**TASK STATEMENT**
Which lines of the records below contain the string "around"? Report each of them.

[Stored data entries]
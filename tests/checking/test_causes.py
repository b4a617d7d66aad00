"""One cause is told in one sentence, whatever the checks notice of it."""

from __future__ import annotations

import re
from typing import TYPE_CHECKING

import numpy as np
import pytest

from pipeline.checking import check
from pipeline.findings import Severity
from pipeline.settings import Settings, UseSettings
from pipeline.tables import floats
from tests.checking.cases import SETTINGS, changed, clean_samples, rows_of
from tests.checking.oceans import DEEP, QUANTITIES, ocean, row
from tests.checking.planted_chemistry import scaled, shifted

if TYPE_CHECKING:
    from collections.abc import Iterable

    import pyarrow as pa

    from pipeline.findings import Finding

DRAWN = ("bottle_salinity", "bottle_oxygen", "nitrate", "phosphate", "silicate")


def found(table: pa.Table) -> list[Finding]:
    """Return what is found in a table of the invented cruise that is not found in the clean one."""
    usual = {finding.message for finding in check(clean_samples(), SETTINGS).findings}
    return [finding for finding in check(table, SETTINGS).findings if finding.message not in usual]


def taken_from(table: pa.Table, row_number: int, other: int, names: Iterable[str] = DRAWN) -> pa.Table:
    """Return a table in which a bottle holds the water of another one."""
    return changed(table, {name: {row_number: float(floats(table, name)[other])} for name in names})


def cast_of(station: str) -> list[int]:
    return rows_of(clean_samples(), station)


def test_a_bottle_that_leaked_is_told_once_and_nothing_of_it_is_used() -> None:
    rows = cast_of("30")
    table = taken_from(clean_samples(), rows[15], rows[4])
    (finding,) = found(table)
    assert (finding.check, finding.line) == ("leaking-bottle", table.column("line")[rows[15]].as_py())
    assert "SALNTY, OXYGEN, SILCAT, NITRAT and PHSPHT of one bottle at " in finding.message
    assert finding.message.endswith("; none of its values is used.")
    flags = check(table, SETTINGS).flags
    assert {int(flags[f"{name}_check"][rows[15]]) for name in DRAWN} == {3}
    assert flags["ctd_salinity_check"][rows[15]] == 1


def test_two_bottles_that_were_exchanged_are_told_once_each() -> None:
    rows = cast_of("30")
    table = taken_from(taken_from(clean_samples(), rows[15], rows[5]), rows[5], rows[15])
    table = changed(
        table, {name: {rows[5]: float(floats(clean_samples(), name)[rows[15]])} for name in DRAWN}
    )
    assert [finding.check for finding in found(table)] == ["leaking-bottle"] * 2


def test_two_quantities_that_are_off_are_no_leak() -> None:
    rows = cast_of("30")
    table = taken_from(clean_samples(), rows[15], rows[4], ("nitrate", "phosphate"))
    assert {finding.check for finding in found(table)} == {"spike"}


def test_an_inversion_that_a_spike_explains_is_not_told() -> None:
    rows = cast_of("30")
    warm = float(floats(clean_samples(), "temperature")[rows[12]]) + 3.0
    table = changed(clean_samples(), {"temperature": {rows[12]: warm}})
    (finding,) = found(table)
    assert (finding.check, finding.variable) == ("spike", "temperature")
    flags = check(table, SETTINGS).flags
    assert (flags["temperature_check"][rows[12]], flags["ctd_salinity_check"][rows[12]]) == (3, 1)


def test_an_inversion_is_told_once_with_all_that_it_doubts() -> None:
    rows = cast_of("30")
    salty = {
        name: {rows[16]: float(floats(clean_samples(), name)[rows[16]]) + 0.5}
        for name in ("ctd_salinity", "bottle_salinity")
    }
    table = changed(clean_samples(), salty)
    (finding,) = found(table)
    assert finding.check == "density-inversion"
    assert (
        "CTDTMP, SALNTY and CTDSAL are part of a density inversion of 0.31 kg/m3 between" in finding.message
    )
    flags = check(table, SETTINGS).flags
    assert {
        int(flags[f"{name}_check"][rows[16]]) for name in ("temperature", "ctd_salinity", "bottle_salinity")
    } == {3}


def test_pressures_in_reverse_order_are_told_once() -> None:
    rows = cast_of("30")
    pressure = floats(clean_samples(), "pressure")[rows].tolist()
    table = changed(clean_samples(), {"pressure": dict(zip(rows, pressure[::-1], strict=True))})
    (finding,) = found(table)
    assert (finding.check, finding.variable, finding.count) == ("density-inversion", "pressure", len(rows))
    assert "CTDPRS of station 30 cast 1 seems to stand in reverse order: in 23 of 23 pairs" in finding.message
    flags = check(table, SETTINGS).flags
    assert {int(flags["pressure_check"][i]) for i in rows} == {3}
    assert {int(flags["temperature_check"][i]) for i in rows} == {1}


def test_a_ctd_that_was_off_in_a_whole_cast_is_told_once() -> None:
    run = [(4, pressure, -0.13) for pressure in DEEP if pressure >= 800]
    table, rows = shifted("ctd_salinity", *run)
    (finding,) = check(table, SETTINGS).findings
    assert (finding.check, finding.variable, finding.station) == ("bottle-against-ctd", "ctd_salinity", "5")
    assert finding.count == len(rows)
    first, last = min(rows) + 4, max(rows) + 4
    assert finding.message == (
        f"cruise_hy1.csv, lines {first} to {last}: CTDSAL of station 5 cast 1 lies 0.13 below SALNTY in"
        f" {len(rows)} of 20 samples: the CTD was off there; expected differences as in the cruise's other casts."
    )


def test_a_value_that_two_checks_doubt_is_told_by_one() -> None:
    table, rows = shifted("ctd_salinity", (4, 2500, 0.14))
    (finding,) = check(table, SETTINGS).findings
    assert (finding.check, finding.line) == ("bottle-against-ctd", rows.pop() + 4)


def test_values_that_are_stuck_are_told_once_for_a_run() -> None:
    rows = cast_of("30")
    table = changed(clean_samples(), {"nitrate": dict.fromkeys(rows[2:8], 22.22)})
    (finding,) = found(table)
    assert (finding.check, finding.count) == ("stuck-values", 6)


@pytest.mark.parametrize("name", ["bottle_oxygen", "bottle_salinity", "silicate", "phosphate"])
def test_nothing_follows_from_a_column_that_is_wrong_as_a_whole(name: str) -> None:
    factor = {"bottle_oxygen": 1 / 43.54, "bottle_salinity": 1e-3, "silicate": 10.0, "phosphate": 0.1}[name]
    result = check(scaled(name, factor), SETTINGS)
    (finding,) = result.findings
    assert (finding.check, finding.variable, finding.count) == ("wrong-unit", name, 200)
    assert finding.message.endswith("; the column is not used.")
    assert set(result.flags[f"{name}_check"].tolist()) == {3}


def test_a_value_that_is_none_in_the_other_unit_either_is_told_besides() -> None:
    table = scaled("bottle_oxygen", 1 / 43.54)
    table = changed(table, {"bottle_oxygen": {row(3, 500): -182.1}})
    whole, one = sorted(check(table, SETTINGS).findings, key=lambda finding: -finding.count)
    assert re_range(whole.message) == ("4", "5")
    assert (one.severity, one.line) == (Severity.FAULT, row(3, 500) + 4)
    assert "OXYGEN is -182.1, which is none of these either" in one.message


def re_range(message: str) -> tuple[str, str]:
    """Return the first digits of the range that a sentence gives."""
    low, _, high = message.partition("nine tenths of them from ")[2].partition(",")[0].partition(" to ")
    return low[0], high[0]


def test_a_power_of_ten_is_told_with_what_says_so() -> None:
    (finding,) = check(scaled("silicate", 10.0), SETTINGS).findings
    assert (
        "ten times what NITRAT, PHSPHT and OXYGEN of the same samples lead to expect below 1000 dbar"
        in finding.message
    )


def test_a_column_of_another_unit_says_nothing_of_the_others() -> None:
    table = ocean(
        changes={
            "silicate": lambda at: 10.0 * QUANTITIES["silicate"](at),
            "bottle_oxygen": lambda at: QUANTITIES["bottle_oxygen"](at) / 43.54,
            "ctd_oxygen": lambda at: np.nan * at.p,
        }
    )
    told = {finding.variable: finding.message for finding in check(table, SETTINGS).findings}
    assert set(told) == {"silicate", "bottle_oxygen"}
    assert "what NITRAT and PHSPHT of the same samples" in told["silicate"]


def test_a_cast_that_is_ten_times_too_large_is_told_once_and_not_used() -> None:
    table = scaled("silicate", 1.0)
    rows = [row(4, pressure) for pressure in DEEP]
    table = changed(table, {"silicate": {i: 10.0 * table.column("silicate")[i].as_py() for i in rows}})
    result = check(table, SETTINGS)
    (finding,) = result.findings
    assert (finding.check, finding.severity, finding.count) == ("cast-offset", Severity.DOUBT, len(rows))
    assert re.search(
        r"SILCAT of station 5 cast 1 is (9\.9|10|10\.1) times that of the casts around it", finding.message
    )
    assert set(result.flags["silicate_check"][rows].tolist()) == {3}


def test_an_offset_of_a_cast_is_told_with_its_size_and_doubts_nothing() -> None:
    table, _ = shifted("nitrate", *[(4, pressure, 2.0) for pressure in DEEP])
    result = check(table, SETTINGS)
    (finding,) = result.findings
    assert (finding.check, finding.severity, finding.station) == ("cast-offset", Severity.NOTE, "5")
    assert "NITRAT of station 5 cast 1 is 2.0" in finding.message or "is 1.9" in finding.message
    assert "%) higher than in the casts around it at the same density" in finding.message
    assert "where oxygen and temperature agree; expected within 3 %." in finding.message
    assert set(result.flags["nitrate_check"].tolist()) == {1}


def test_offsets_of_many_casts_are_told_together() -> None:
    casts = (2, 5, 8, 11, 14, 17)
    table, _ = shifted(
        "nitrate", *[(cast, pressure, 3.0) for cast in casts for pressure in DEEP], table=ocean(n_cast=20)
    )
    (finding,) = check(table, SETTINGS).findings
    assert (
        "NITRAT of 6 casts (stations 3, 6, 9, 12 and 15 and 1 more) differs from the casts around"
        in finding.message
    )


def test_values_that_are_used_all_the_same_are_not_said_to_be_unused() -> None:
    doubtful = Settings(use=UseSettings(doubtful=True))
    (finding,) = check(scaled("silicate", 10.0), doubtful).findings
    assert "not used" not in finding.message


def test_positions_exchanged_throughout_are_told_once() -> None:
    table = ocean(
        latitude=lambda at: 72.0 - 0.4 * at.c,
        longitude=lambda at: 12.0 + 0.5 * at.c,
        changes={"temperature": lambda at: 2.0 + 25.0 * np.exp(-at.p / 300.0)},
    )
    told = [
        f
        for f in check(table, SETTINGS).findings
        if f.check in ("position-sign", "station-speed", "off-section")
    ]
    (finding,) = told
    assert (finding.severity, finding.count, finding.variable) == (Severity.DOUBT, 10, "latitude")
    assert "LATITUDE and LONGITUDE seem to be exchanged: at 10 of 10 casts they name land" in finding.message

**FINAL ANSWER**
        r"SILCAT of station 5 cast 1 is (9\.9|10|10\.1) times that of the casts around it", finding.message
    assert "%) higher than in the casts around it at the same density" in finding.message
        "NITRAT of 6 casts (stations 3, 6, 9, 12 and 15 and 1 more) differs from the casts around"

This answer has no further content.